Ionic-Liquid Mixtures: from Surface Structure to Catalytic Performance

Ionic liquids (ILs), with their unique combination of properties and wealth of potential applications, have captured the imagination of a large community of scientists in recent years. Fundamental studies on ILs have led to breakthroughs in our understanding and have enabled the development of ILs that are promising candidates for use in areas such as catalysis, carbon-capture and storage (CCS), biomass processing, as electrolytes in batteries, supercapacitors and dye-sensitised solar cells and more.

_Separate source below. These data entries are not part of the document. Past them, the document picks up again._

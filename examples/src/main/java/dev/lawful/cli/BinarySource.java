package dev.lawful.cli;

import java.util.List;

/**
 * What the binary formats share ({@link NpySource}, {@link NpzSource}, {@link Hdf5Source}): the name, the columns,
 * the size, and rows named {@code row N}, counted from 1 (the tags of {@link BinaryChunk}).
 */
abstract class BinarySource implements RowSource {
    private final String name;
    private final List<String> columns;
    private final long size;
    private final String headerPlace;

    /**
     * @param name        the file's name for messages
     * @param columns     the column names, in file order
     * @param size        the file's size in bytes
     * @param headerPlace where the column names come from, for messages
     */
    BinarySource(String name, List<String> columns, long size, String headerPlace) {
        this.name = name;
        this.columns = List.copyOf(columns);
        this.size = size;
        this.headerPlace = headerPlace;
    }

    @Override
    public final String name() {
        return name;
    }

    @Override
    public final List<String> columns() {
        return columns;
    }

    @Override
    public final long size() {
        return size;
    }

    @Override
    public final String headerPlace() {
        return headerPlace;
    }

    @Override
    public final String place(long tag) {
        return "row " + tag;
    }
}
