package dev.lawful.cli;

import java.nio.ByteBuffer;
import java.nio.ByteOrder;
import java.util.ArrayList;
import java.util.List;

/**
 * A chunk of rows of a binary array format (NumPy, HDF5): one or more parts, each holding a group of adjacent
 * columns for the chunk's rows in row-major order as raw float32 or float64 values of one byte order. A C-order
 * array is one part of every column; a column-major (Fortran-order) array or a file with one array per column is
 * one part per column.
 */
final class BinaryChunk implements RowSource.Chunk {
    /**
     * One group of columns.
     *
     * @param bytes     the raw values, {@code rows × width × itemSize} of them (the array may be longer)
     * @param column    the group's first column in the file's column list
     * @param width     the number of columns in the group
     * @param itemSize  4 (float32) or 8 (float64)
     * @param order     the byte order
     */
    record Part(byte[] bytes, int column, int width, int itemSize, ByteOrder order) {
    }

    private static final int NOTES = 3;

    private final BinarySource source;
    private final long firstRow;
    private final int rows;
    private final List<Part> parts;

    /**
     * @param source   the source the parts' arrays go back to once parsed ({@link BinarySource#release})
     * @param firstRow the 0-based index of the chunk's first row
     * @param rows     the rows in the chunk
     * @param parts    the column groups
     */
    BinaryChunk(BinarySource source, long firstRow, int rows, List<Part> parts) {
        this.source = source;
        this.firstRow = firstRow;
        this.rows = rows;
        this.parts = parts;
    }

    @Override
    public long bytes() {
        long n = 0;
        for (Part p : parts) {
            n += (long) rows * p.width() * p.itemSize();
        }
        return n;
    }

    /** Rows are tagged with their 1-based row number. The parts' arrays go back to the source: parse once. */
    @Override
    public RowSource.Rows parse(int[] columnOf, List<String> names) {
        int k = columnOf.length;
        double[] values = Scratch.doubles(Scratch.VALUES, rows * k);
        long[] tags = Scratch.longs(rows);
        for (int s = 0; s < rows; s++) {
            tags[s] = firstRow + s + 1;
            for (int j = 0; j < k; j++) {
                if (columnOf[j] < 0) {
                    values[s * k + j] = 0;
                }
            }
        }
        List<RowSource.NonFinite> odd = new ArrayList<>();
        for (Part p : parts) {
            ByteBuffer b = ByteBuffer.wrap(p.bytes()).order(p.order());
            for (int j = 0; j < k; j++) {
                int c = columnOf[j] - p.column();
                if (columnOf[j] < 0 || c < 0 || c >= p.width()) {
                    continue;
                }
                for (int s = 0; s < rows; s++) {
                    int at = (s * p.width() + c) * p.itemSize();
                    double v = p.itemSize() == 8 ? b.getDouble(at) : b.getFloat(at);
                    values[s * k + j] = v;
                    if (!Double.isFinite(v) && odd.size() < NOTES) {
                        odd.add(new RowSource.NonFinite(tags[s], names.get(j), null, v));
                    }
                }
            }
            source.release(p);
        }
        return new RowSource.Rows(firstRow, rows, values, tags, odd);
    }

    /**
     * @param bytesPerRow the bytes of one row over every column
     * @return rows per chunk: about {@link CsvSource#CHUNK_BYTES} of data (small enough for the G1 collector's
     *         ordinary allocation path), at least one row
     */
    static int rowsPerChunk(long bytesPerRow) {
        return (int) Math.max(1, Math.min(1 << 16, CsvSource.CHUNK_BYTES / Math.max(1, bytesPerRow)));
    }
}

This project aims to develop and utilise a wide range of experimental and computational methodologies to investigate the surface, and bulk, structure of IL mixtures that are currently poorly understood and consequently underutilised. We previously developed a novel technique that can probe liquid interfaces with direct chemical specificity, Reactive-Atom Scattering - Laser-Induced Fluorescence (RAS-LIF), and used it to detect H (or D)-containing functional groups at IL interfaces. We will extend its applicability to new chemical functionalities, in particular fluorinated species, by using high-energy Al-atoms as reactive probes of fluorinated functionality (on both cations and anions) at IL surfaces. This will be complemented by new capabilities for studying liquid surfaces by X-ray and neutron reflectivity under catalytically relevant conditions, and by bulk structure/property studies. The detailed understanding developed will lead to structure-property relationships in IL mixture systems that will be used in the final stages of the project in supported IL phase (SILP) catalysis and will support the deployment of new and bespoke functional ILs for catalysis in SILP systems. This ambitious project aims to cover the whole pipeline of IL development from preparation, to structural understanding, and then to industrially relevant applications.

The primary motivation of this proposal is improved fundamental understanding of the chemical structure of the gas-liquid interface of ionic liquids, particularly those involving fluorous functionalities, which have significant potential in practical catalysis e.g. Supported Ionic Liquid Phase (SILP) catalysis.

We expect this work to have the following impacts on the wider scientific community.
(i) We will develop a new reactive atom scattering (RAS) laser-induced fluorescence (LIF) methodology, based on reactive metal atoms, that is sensitive to the presence of C-F (and potentially C-H or S=O/C=O) groups at a liquid surface. We expect that the demonstration of this wider chemical applicability of the RAS-LIF technique will encourage its take-up more widely within the surface-science community, for example the ability to detect C=O functionality could have applications in atmospheric aerosol studies.
(ii) We will design and build a new high-T, high-P experiment for in operando liquid-surface reflectivity measurements capable of working with both neutrons (ISIS) and X-rays (Diamond), with the intention, in conjunction with the Catalysis Hub, to make it available to the wider scientific community.
(iii) Provide a comprehensive and fundamental understanding of the gas-liquid interface in IL mixtures containing fluorinated groups and/or functional units such as ligands or organometallic catalysts.

Exploitation of new IL mixtures in catalysis will have an impact on the UK economy. Novel IL mixtures and/or SILPs, which enhance catalytic activity, selectivity and/or stability over those currently in use, will allow new routes to more efficient (i.e. lower cost and/or more sustainable) production of chemical feedstocks that underpin areas of great industrial importance to the UK economy (e.g. pharmaceuticals, agrochemicals, materials). This also provides a societal benefit, as enhanced industrial catalysis will be more effective, sustainable and environmentally benign. We also intend through this project to raise levels of scientific awareness within the general public, focused on the development of neoteric solvents and industrial catalysis.

Finally, the two PDRAs employed on this project represent a particularly valuable form of highly trained personnel. They will develop or extend a very broad expertise in experimental and computational methods, gaining insight across a range of physical and synthetic chemistry. They will enhance their transferable problem-solving, presentation and communication skills, and will gain experience of working in an interdisciplinary and highly collaborative environment. They will be ideally placed to become successful independent investigators, who have significant potential to play leadership roles in academia or high technology industry, enhancing growth and sustainability in the UK economy.